### [WHAT THE EXERCISE ASKS]
Using the data below, output the first line and every line after it up to and including the line containing "from .._paths import", exactly as written and with nothing added.

### [MATERIAL SHOWN]
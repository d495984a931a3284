"""``verify``: the CI gate over a patched model (reference, decisions, record, thresholds, latency)."""

from __future__ import annotations

import os
import time
from collections.abc import Sequence
from dataclasses import dataclass, replace
from pathlib import Path
from typing import Any

import numpy as np
import onnx

from .. import graph
from .. import guard as _guard
from .. import reading as _reading
from .._files import atomic_write_bytes
from .._limits import DEFAULT_MAX_MODEL_BYTES, MAX_BINS, check_bins_memory, check_range
from .._paths import check_output_path, one_command
from ..capture import (
    CPU,
    Capture,
    Nonfinite,
    ProgressFn,
    RunOptions,
    capture_scores,
    label_rows,
    load_captures,
    plan_run,
)
from ..data import Dataset, DataSpec, recorded_feeding
from ..errors import OnnxcalError, keyword_errors
from ..graph import Record
from ..junit import junit_xml
from ..latency import LATENCY_BUDGET, LATENCY_CHUNKS, latency_ratio
from ..metrics import DEFAULT_BINS, evaluate, scores_from_probabilities
from ..verify import (
    Check,
    VerifyResult,
    latency_check,
    reading_check,
    skipped,
    threshold_checks,
    time_alternately,
)
from . import deciding
from .checks import recover_unpatched, reference_checks, run_output, source_site
from .common import (
    DataSource,
    as_paths,
    data_spec,
    file_only_sha256,
    load_data,
    model_byte_limit,
    model_files,
    run_options,
)
from .models import models_in_memory

DEFAULT_LATENCY_RUNS = 100
MAX_LATENCY_RUNS = 100_000


@dataclass(frozen=True)
class _Reference:
    """Where verify's reference logits came from (see ``VerifyResult.reference_from``)."""

    logits: np.ndarray | None
    mode: str
    where: str
    source_sha: str | None  # the original's sha256, when known
    original_model: onnx.ModelProto | None  # to read folded parameters back against
    notes: tuple[str, ...] = ()
    file_only_sha: str | None = None  # the original's .onnx file alone, when it has external data


def _reference(
    patched: onnx.ModelProto, patched_path: str | os.PathLike[str], record: Record, dataset: Dataset,
    cap: Capture | None, original: str | os.PathLike[str] | None, base: onnx.ModelProto | None,
    score_paths: Sequence[str | os.PathLike[str]], run: RunOptions, progress: ProgressFn | None,
) -> _Reference:
    """The original's logits: captured (``--scores``), run (``--original``, loaded as ``base``), or the patched
    graph's own."""
    if cap is not None:
        return _Reference(cap.logits, "scores", ", ".join(map(str, score_paths)), cap.meta.model_sha256, None)
    if base is not None:
        assert original is not None  # base is the model loaded from original
        logits = capture_scores(base, dataset, source_site(base, record), options=run, progress=progress)
        return _Reference(logits, "original", str(original), graph.model_sha256(original), base,
                          file_only_sha=file_only_sha256(original))
    unpatched = recover_unpatched(patched, patched_path)
    logits = capture_scores(unpatched, dataset, source_site(unpatched, record), options=run, progress=progress)
    notes = [
        "no original model (--original, or the recorded original beside the patched model) and no --scores: the "
        f"reference is recomputed from the patched graph's own logits tensor '{record.scores}' (the patch undone in "
        "memory), so it checks the calibration nodes, not that the logits are the original model's"
    ]
    if graph.folds_matrix(record):
        notes.append("the matrix is folded into the weights; the patch was undone from the record's copy of the "
                     "original weight and bias, so that reference checks the parameters against that copy; give "
                     "--original or --scores to check them against the original model")
    elif record.folded:
        notes.append("the parameters are folded into the weights, so that reference only re-checks the "
                     "activation; give --original or --scores to check the parameters")
    return _Reference(logits, "patched-graph", str(patched_path), None, None, tuple(notes))


def _raw_reading_check(logits: np.ndarray, record: Record) -> Check:
    """Check (1b): an output patched as raw logits does not in fact hold probabilities (``guard``)."""
    stats = _guard.RowStats()
    stats.add(np.asarray(logits))
    seen = _guard.looks_like(stats, record.scaling.activation)
    return reading_check(None if seen == "logits" else _guard.describe(stats))


def _head_checks(
    patched: onnx.ModelProto, patched_path: str | os.PathLike[str], records: tuple[Record, ...], dataset: Dataset,
    cap: Capture | None, original: str | os.PathLike[str] | None, base: onnx.ModelProto | None,
    score_paths: Sequence[str | os.PathLike[str]], run: RunOptions, progress: ProgressFn | None, drop: bool,
) -> tuple[list[Check], np.ndarray, graph.ScoreSite, np.ndarray | None, _Reference]:
    """Checks (1)-(3) of every calibrated output; the last head's rows, site and keep mask; the reference."""
    several = len(records) > 1
    checks: list[Check] = []
    ref = None
    for record in records:
        own = cap if cap is not None and (not several or cap.meta.output == record.source_output) else None
        ref = _reference(patched, patched_path, record, dataset, own, original, base, score_paths, run, progress)
        assert ref.logits is not None  # _reference gives the captured or the run logits, never None
        site = graph.find_recorded(patched, record)
        rows = run_output(patched, site, dataset, run, progress)
        if len(rows) != len(ref.logits):
            raise OnnxcalError(
                f"the reference holds {len(ref.logits)} rows of scores but the patched model gives {len(rows)} "
                f"rows on '{dataset.source}'",
                "capture the original model on the same data file",
            )
        keep, dropped = _finite_outputs(rows, ref.logits, dataset, drop)
        kept = (rows, ref.logits) if keep is None else (rows[keep], ref.logits[keep])
        head = reference_checks(
            kept[0], site, record, kept[1], patched, ref.original_model, ref.source_sha, ref.file_only_sha
        )
        if record.rewrite.startswith("append-"):
            head.append(_raw_reading_check(kept[1], record))
        checks += [replace(c, name=f"{c.name} ({record.source_output})") for c in head] if several else head
        notes = [*ref.notes, *([dropped] if dropped else [])]
        if record.fitted_on_sha256:
            notes.append(
                f"output '{record.output}': the parameters were fitted on a twin of the original (sha256 "
                f"{record.fitted_on_sha256[:12]}..., stated with --fitted-on-twin when patching); the original's "
                f"sha256 is {record.source_sha256[:12]}..."
            )
        ref = replace(ref, notes=tuple(dict.fromkeys([*(ref.notes or ()), *notes])))
    assert ref is not None  # records is never empty: only a model with a record gets here
    return checks, rows, site, keep, ref


def _default_original(
    patched_path: str | os.PathLike[str], records: tuple[Record, ...]
) -> tuple[Path | None, str | None]:
    """The recorded original beside the patched model, when its sha256 is the record's; else a note why not."""
    if not records:
        return None, None
    candidate = Path(patched_path).parent / records[0].source_name
    if not records[0].source_name or not candidate.is_file() or candidate.resolve() == Path(patched_path).resolve():
        return None, None
    if records[0].source_sha256 not in (graph.model_sha256(candidate), file_only_sha256(candidate)):
        return None, (f"'{candidate}' beside the patched model is not the recorded original (its sha256 differs "
                      "from the record's), so it was not used")
    return candidate, None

### [EXERCISE RESULT]
repository d495984a931a3284
"""``verify``: the CI gate over a patched model (reference, decisions, record, thresholds, latency)."""

from __future__ import annotations

import os
import time
from collections.abc import Sequence
from dataclasses import dataclass, replace
from pathlib import Path
from typing import Any

import numpy as np
import onnx

from .. import graph
from .. import guard as _guard
from .. import reading as _reading
from .._files import atomic_write_bytes
from .._limits import DEFAULT_MAX_MODEL_BYTES, MAX_BINS, check_bins_memory, check_range
from .._paths import check_output_path, one_command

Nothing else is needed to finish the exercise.